/* test-loader.c: malformed and hostile case files are refused, clearly
 *
 * Copyright 2026 The Canalwright authors
 * SPDX-License-Identifier: GPL-3.0-or-later
 */
#include <math.h>
#include <string.h>
#include <sys/stat.h>
#include <unistd.h>

#include <glib/gstdio.h>

#include "cw-case-loader.h"
#include "cw-error.h"

/* Limits and ranges are those of the case format (docs: case-format.md,
 * version 1); these tests check that the loader enforces them, and that it
 * fails fast and cleanly on hostile input. */

/* 2 s, stretched by CW_TEST_TIME_SCALE under valgrind and the sanitizers. */
#define TIME_LIMIT_US (time_limit_us ())

static gint64
time_limit_us (void)
{
  const char *scale = g_getenv ("CW_TEST_TIME_SCALE");
  double factor = scale ? g_ascii_strtod (scale, NULL) : 1.0;

  return (gint64) (2 * G_USEC_PER_SEC * (factor >= 1.0 ? factor : 1.0));
}

typedef struct
{
  const char *file;
  CwError     code;
  const char *path;   /* NULL for faults that have no JSON path */
} BadFile;

static const BadFile bad_files[] = {
  { "truncated.cwcase", CW_ERROR_SYNTAX, NULL },
  { "trailing-comma.cwcase", CW_ERROR_SYNTAX, NULL },
  { "root-array.cwcase", CW_ERROR_INVALID, "document" },
  { "wrong-format.cwcase", CW_ERROR_INVALID, "format" },
  { "format-missing.cwcase", CW_ERROR_INVALID, "format" },
  { "version-2.cwcase", CW_ERROR_NEWER_VERSION, "version" },
  { "version-string.cwcase", CW_ERROR_INVALID, "version" },
  { "version-0.cwcase", CW_ERROR_INVALID, "version" },
  { "missing-canals.cwcase", CW_ERROR_INVALID, "canals" },
  { "empty-instruments.cwcase", CW_ERROR_INVALID, "instruments" },
  { "instruments-65.cwcase", CW_ERROR_INVALID, "instruments" },
  { "canals-9.cwcase", CW_ERROR_INVALID, "canals" },
  { "steps-41.cwcase", CW_ERROR_INVALID, "canals[0].sequence" },
  { "taper-and-segments.cwcase", CW_ERROR_INVALID, "instruments[1].taper" },
  { "taper-missing.cwcase", CW_ERROR_INVALID, "instruments[0].taper" },
  { "taper-zero.cwcase", CW_ERROR_INVALID, "instruments[0].taper" },
  { "taper-0.2.cwcase", CW_ERROR_INVALID, "instruments[0].taper" },
  { "segments-not-increasing.cwcase", CW_ERROR_INVALID, "instruments[1].taper_segments[1].to" },
  { "segments-overlapping.cwcase", CW_ERROR_INVALID, "instruments[1].taper_segments[2].to" },
  { "segment-past-40.cwcase", CW_ERROR_INVALID, "instruments[1].taper_segments[1].to" },
  { "segments-empty.cwcase", CW_ERROR_INVALID, "instruments[1].taper_segments" },
  { "segment-taper-missing.cwcase", CW_ERROR_INVALID, "instruments[1].taper_segments[0].taper" },
  { "tip-5.cwcase", CW_ERROR_INVALID, "instruments[0].tip" },
  { "tip-150.cwcase", CW_ERROR_INVALID, "instruments[0].tip" },
  { "tip-null.cwcase", CW_ERROR_INVALID, "instruments[0].tip" },
  { "max-flute-below-tip.cwcase", CW_ERROR_INVALID, "instruments[1].max_flute_diameter" },
  { "flute-longer-than-file.cwcase", CW_ERROR_INVALID, "instruments[0].flute_length" },
  { "unknown-alloy.cwcase", CW_ERROR_INVALID, "instruments[0].alloy" },
  { "unknown-motion.cwcase", CW_ERROR_INVALID, "instruments[1].motion" },
  { "alloy-missing.cwcase", CW_ERROR_INVALID, "instruments[0].alloy" },
  { "uses-allowed-fraction.cwcase", CW_ERROR_INVALID, "instruments[1].uses_allowed" },
  { "rpm-negative.cwcase", CW_ERROR_INVALID, "instruments[1].rpm" },
  { "empty-id.cwcase", CW_ERROR_INVALID, "instruments[0].id" },
  { "instrument-not-object.cwcase", CW_ERROR_INVALID, "instruments[1]" },
  { "duplicate-instrument-id.cwcase", CW_ERROR_INVALID, "instruments[1].id" },
  { "duplicate-canal-name.cwcase", CW_ERROR_INVALID, "canals[1].name" },
  { "unknown-instrument-in-sequence.cwcase", CW_ERROR_INVALID, "canals[0].sequence[1].instrument" },
  { "depth-zero.cwcase", CW_ERROR_INVALID, "canals[0].sequence[0].depth" },
  { "negative-working-length.cwcase", CW_ERROR_INVALID, "canals[0].working_length" },
  { "working-length-41.cwcase", CW_ERROR_INVALID, "canals[0].working_length" },
  { "zero-orifice.cwcase", CW_ERROR_INVALID, "canals[0].orifice_depth" },
  { "orifice-at-wl.cwcase", CW_ERROR_INVALID, "canals[0].orifice_depth" },
  { "onset-above-orifice.cwcase", CW_ERROR_INVALID, "canals[0].curves[0].onset" },
  { "curve-past-wl.cwcase", CW_ERROR_INVALID, "canals[0].curves[0].radius" },
  { "radius-negative.cwcase", CW_ERROR_INVALID, "canals[0].curves[0].radius" },
  { "angle-200.cwcase", CW_ERROR_INVALID, "canals[0].curves[0].angle" },
  { "curves-overlap.cwcase", CW_ERROR_INVALID, "canals[0].curves[1].onset" },
  { "three-curves.cwcase", CW_ERROR_INVALID, "canals[0].curves" },
  { "schneider-first-of-two.cwcase", CW_ERROR_INVALID, "canals[0].curves[0].schneider_angle" },
  { "schneider-and-angle.cwcase", CW_ERROR_INVALID, "canals[0].curves[0].schneider_angle" },
  { "schneider-90.cwcase", CW_ERROR_INVALID, "canals[0].curves[0].schneider_angle" },
  { "curve-without-angle.cwcase", CW_ERROR_INVALID, "canals[0].curves[0].angle" },
  { "anatomy-missing.cwcase", CW_ERROR_INVALID, "canals[0].anatomy" },
  { "anatomy-both-forms.cwcase", CW_ERROR_INVALID, "canals[0].anatomy.diameters" },
  { "orifice-diameter-4.cwcase", CW_ERROR_INVALID, "canals[0].anatomy.orifice_diameter" },
  { "diameters-not-increasing.cwcase", CW_ERROR_INVALID, "canals[0].anatomy.diameters[2][0]" },
  { "measured-diameter-zero.cwcase", CW_ERROR_INVALID, "canals[0].anatomy.diameters[1][1]" },
  { "diameters-one-point.cwcase", CW_ERROR_INVALID, "canals[0].anatomy.diameters" },
  { "diameter-triple.cwcase", CW_ERROR_INVALID, "canals[0].anatomy.diameters[1]" },
  { "ceilings-not-increasing.cwcase", CW_ERROR_INVALID, "rules.diameter_ceilings[1][0]" },
  { "ceiling-row-short.cwcase", CW_ERROR_INVALID, "rules.diameter_ceilings[0]" },
  { "alloy-unobtainium.cwcase", CW_ERROR_INVALID, "rules.alloys.unobtainium" },
  { "strain-limit-2.cwcase", CW_ERROR_INVALID, "rules.alloys.niti.strain_limit" },
  { "contact-tolerance-string.cwcase", CW_ERROR_INVALID, "rules.contact_tolerance" },
  { "taper-change-yes.cwcase", CW_ERROR_INVALID, "rules.require_taper_change" },
  { "string-for-number.cwcase", CW_ERROR_INVALID, "canals[0].working_length" },
  { "object-for-array.cwcase", CW_ERROR_INVALID, "canals[0].sequence" },
  { "target-size-5.cwcase", CW_ERROR_INVALID, "targets.apical_size" },
  { "tooth-fdi-99.cwcase", CW_ERROR_INVALID, "tooth.code" },
  { "tooth-fdi-56.cwcase", CW_ERROR_INVALID, "tooth.code" },
  { "tooth-universal-33.cwcase", CW_ERROR_INVALID, "tooth.code" },
  { "tooth-notation-unknown.cwcase", CW_ERROR_INVALID, "tooth.notation" },
  { "title-number.cwcase", CW_ERROR_INVALID, "title" },
};

static char *
bad_path (const char *name)
{
  return g_test_build_filename (G_TEST_DIST, "data", "bad", name, NULL);
}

######

◆ **Task details**
Look through the entries above and report each line where the string "anatomy" occurs.

◆ **Your solution**
  { "anatomy-missing.cwcase", CW_ERROR_INVALID, "canals[0].anatomy" },
  { "anatomy-both-forms.cwcase", CW_ERROR_INVALID, "canals[0].anatomy.diameters" },
  { "orifice-diameter-4.cwcase", CW_ERROR_INVALID, "canals[0].anatomy.orifice_diameter" },
  { "diameters-not-increasing.cwcase", CW_ERROR_INVALID, "canals[0].anatomy.diameters[2][0]" },
  { "measured-diameter-zero.cwcase", CW_ERROR_INVALID, "canals[0].anatomy.diameters[1][1]" },
  { "diameters-one-point.cwcase", CW_ERROR_INVALID, "canals[0].anatomy.diameters" },
  { "diameter-triple.cwcase", CW_ERROR_INVALID, "canals[0].anatomy.diameters[1]" },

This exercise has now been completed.